The data were analyzed by analysis of variance and regression using the System of Statistical Analysis of the SAEG software (version 9.1), adopting a level of significance of 5.00% for type I error. The Dunnett test was used to compare the control treatment (silk flower silage without the addition of mango and tomato waste) with the other treatments (levels of inclusion of mango and tomato waste).


Results and Discussion

There were no effects for the inclusion levels of mango and tomato waste on density, gas losses, and pH of silk flower silages. The mean values were 588 kg FM/m3, 4.91% and 3.39, respectively. However, by Dunnett test, treatments with mango and tomato waste showed lower gas losses and pH values when compared to the control silage (Table 1). The density obtained for silk flower silage, with or without mango and tomato waste, presented an adequate value, corroborating Ruppel et al (1995), who recommended densities higher than 550 kg FM/m3 and lower than 850 kg FM/m3 as ideal for the conservation of forage as silage. Belém et al (2016) found no effects of the addition of grape waste on the density of silk flower silage. The mean value was 486 kg FM/m3, lower than that observed in the present study and below the value considered ideal.

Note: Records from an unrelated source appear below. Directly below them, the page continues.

import type { FileHandle } from 'node:fs/promises';
import { inflateRaw } from 'node:zlib';
import { promisify } from 'node:util';
import { bytesOfFile, type ZipEntry } from '../documents/zipDirectory.js';
import { cannotInflate, compressedBeyondDeclared, inflatesBeyond, methodNotRead, STORED, DEFLATED, xlsxDirectory, type ZipOutcome } from './zipParts.js';

export type { ZipEntry } from '../documents/zipDirectory.js';
export { storedZipChunks, type ZipOutcome } from './zipParts.js';

/**
 * A bounded reader of zip archives (an .xlsx file is one), through a file
 * handle: nothing is read whole. The directory is walked by the walker the
 * DOCX reader uses (src/documents/zipDirectory.ts: by its records, never by
 * the count the end record claims, and refused when it cannot be walked to
 * its end), reading at most the end of the file, the directory (capped) and
 * each entry's local header; each entry asked for is then read from its own
 * place and inflated with its output capped.
 *
 * Bytes put before the archive are refused here, not followed as the DOCX
 * reader follows them: spreadsheet programs never write them, and such a
 * file has always been refused with the advice to save it again.
 */

async function readAt(handle: FileHandle, position: number, length: number): Promise<Buffer> {
  const buffer = Buffer.alloc(length);
  let done = 0;
  while (done < length) {
    const { bytesRead } = await handle.read(buffer, done, length - done, position + done);
    if (bytesRead === 0) break;
    done += bytesRead;
  }
  return done === length ? buffer : buffer.subarray(0, done);
}

/** Every entry of the central directory, walked record by record to its end; or why it cannot be. */
export function readZipDirectory(handle: FileHandle, fileSize: number): ZipOutcome<ZipEntry[]> {
  return xlsxDirectory(bytesOfFile(handle.fd, fileSize));
}

const inflateRawAsync = promisify(inflateRaw);

/**
 * The bytes of one entry, read from where its walked local header puts it and inflated
 * with the output capped at the size the directory declares: an entry that
 * inflates beyond it is refused after at most that much output, whatever
 * its headers claim. A caller that has checked the declared sizes against
 * a limit is thereby held to the limit.
 */
export async function readZipEntry(handle: FileHandle, entry: ZipEntry): Promise<ZipOutcome<Buffer>> {
  if (entry.method !== STORED && entry.method !== DEFLATED) return { ok: false, error: methodNotRead(entry) };
  const cap = entry.uncompressedSize;
  const beyond = inflatesBeyond(entry);
  if (compressedBeyondDeclared(entry)) return { ok: false, error: beyond };
  // The walk checked the local header and that the data ends inside the file.
  const data = await readAt(handle, entry.dataStart, entry.compressedSize);
  if (entry.method === STORED) return { ok: true, value: data };
  let inflated: Buffer;
  try {
    inflated = await inflateRawAsync(data, { maxOutputLength: Math.max(1, cap + 1) });
  } catch (error) {
    const code = (error as NodeJS.ErrnoException).code;
    if (code === 'ERR_BUFFER_TOO_LARGE' || error instanceof RangeError) return { ok: false, error: beyond };
    return { ok: false, error: cannotInflate(entry, (error as Error).message) };
  }
  if (inflated.length > cap) return { ok: false, error: beyond };
  return { ok: true, value: inflated };
}
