import { basename } from 'node:path';
import type { ReadOptions } from '../documents/read.js';
import { compiledModule, runWithinBudget } from '../batch/withinBudget.js';
import { hintsForLimitOptionOnly, resolveLimits, timeBudgetReason } from '../limits.js';
import { RefitError } from './errors.js';
import type { FormulaTerm } from './formula.js';
import type { ReportedSet } from './reportedTable.js';
import type { ReportedOutcome, ReportedTask } from './reportedWorker.js';

/**
 * What `refit --reported` reads, within the document time budget
 * (maxSecondsPerDocument). The manuscript is read on a thread of its own,
 * as `scan` reads a document, because only ending a thread stops a reader
 * that runs as JavaScript (mammoth for DOCX, pdf-parse's pdf.js, the
 * scanner over a text of tens of thousands of results). Past the budget the
 * thread is ended and a RefitError names the file and the limit. From
 * TypeScript sources (tests importing src/), where a thread cannot load the
 * worker, it is read on this thread without a budget.
 */
export async function readReportedWithinBudget(
  path: string,
  terms: readonly FormulaTerm[],
  map: ReadonlyMap<string, string>,
  readOptions: ReadOptions,
): Promise<ReportedSet> {
  try {
    return await readOnThread(path, terms, map, readOptions);
  } catch (error) {
    // The readers word their limits' hints for scan; refit takes them only as --limit name=value.
    if (error instanceof RefitError) throw new RefitError(error.code, hintsForLimitOptionOnly(error.message), error.details);
    throw error;
  }
}

async function readOnThread(path: string, terms: readonly FormulaTerm[], map: ReadonlyMap<string, string>, readOptions: ReadOptions): Promise<ReportedSet> {
  const module = compiledModule('./reportedWorker.js', import.meta.url);
  if (module === null) {
    const { readReported } = await import('./reportedTable.js');
    return readReported(path, terms, map, readOptions);
  }
  const { maxSecondsPerDocument } = resolveLimits(readOptions.limits);
  const { Piscina } = await import('piscina');
  const pool = new Piscina<ReportedTask, ReportedOutcome>({ filename: module, minThreads: 1, maxThreads: 1 });
  try {
    const task = { path, terms: [...terms], map: [...map], readOptions };
    const outcome = await runWithinBudget(pool, task, maxSecondsPerDocument);
    if (!outcome.done) {
      const file = basename(path);
      throw new RefitError('UNREADABLE_FILE', `${file}: reading it as the reported manuscript ${timeBudgetReason(maxSecondsPerDocument)}`, { file });
    }
    const { value } = outcome;
    if (!value.ok) throw new RefitError(value.error.code, value.error.message, value.error.details);
    return value.reported;
  } finally {
    await pool.destroy();
  }
}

Table 1. Density, fermentation losses, dry matter recovery and pH of silk flower silage with mango and tomato waste
Item Mango and tomato waste (%FM) SEM p
0.00 10.0 15.0 20.0 L Q D
Density (kg FM/m3) 577 587 579 609 7.68 NS NS NS
Effluent loss (kg/ton of FM)1 15.4 24.3* 15.9 16.9 0.98 0.001 0.001 0.001
Gas loss (% DM) 7.17 3.88* 3.90* 4.68* 0.37 NS NS 0.001
Total DM loss (%)2 11.8 5.17* 16.5* 22.8* 1.67 0.001 0.001 0.002
DM Recovery (%)3 88.2 94.8* 83.4* 77.2* 1.67 0.001 0.001 0.001
pH 4.03 3.49* 3.01* 3.02* 0.11 NS NS 0.001
FM, Fresh matter; SEM, Standard error of mean; L, Linear effect; Q, Quadratic effect; D, Dunnett test effect; DM, Dry matter; NS, Non-significant (p >0.05).
Means followed by asterisk (*) differ significantly from the control treatment (0.00% of mango and tomato waste) by the Dunnett test; at 5.00% probability.
1y = 15.6 + 1.04x – 0.0424x2;     2y = 11.6 – 1.48x + 0.0792x2;     3y = 88.3 + 1.48x – 0.0792x2

One way of evaluating the quality of silage fodder fermentation is to measure gas losses, effluents, and total DM in silage using laboratory silos (PVC silos or plastic buckets) containing a suitable lid (Bunsen valve) to analyze the elimination of gases, and sand to analyze effluent recovery (Jobim et al 2007). According to McDonald et al (1991), when low density silages are produced, the probability of containing more residual air in the ensiled mass is increased. Consequently, there are a higher loss by respiration (CO2  release and loss of DM), lower aerobic stability, and higher post-opening losses, which leads to an increase in the final pH and silage DM losses. In the present study, there was a positive effect of the addition of mango and tomato waste due to an adequate compaction of silages and adequate densities, providing fermentative stability of the ensiled mass, which presented lower gas losses and a lower pH compared to the control silage.

The pH evaluated in silages with a low DM content is a good indicator of the quality of the final product (Jobim et al 2007), that is, forage ensiling with a low moisture (excess of wilting) tends to present pH values above 4.20, which are considered of poor quality. According to McDonald et al (1991), the pH considered ideal ranges from 3.50 to 4.20. In this study, silk flower silage without additive presented a value within this range, and the other treatments presented slightly lower values.

The effluent loss was higher in the silage with the inclusion of 10.0% of mango and tomato waste when compared to the control silage (Table 1). There was a quadratic behavior for this variable, with a maximum effluent loss of 22.1 kg/ton of FM due to the inclusion of 12.3% of mango and tomato waste in silk flower silage. The result found in this study is higher than the result verified by Belém et al (2016): 1.69 kg/ton of FM using 10.6% of grape waste. This result occurs because this additive has a higher DM content than mango and tomato waste. According to Balieiro Neto et al (2009), during the silage process, the higher the moisture content of the silage forage, the greater the loss of effluents, which explains the higher effluent production of up to 12.3% of the mango and tomato waste used in the present study.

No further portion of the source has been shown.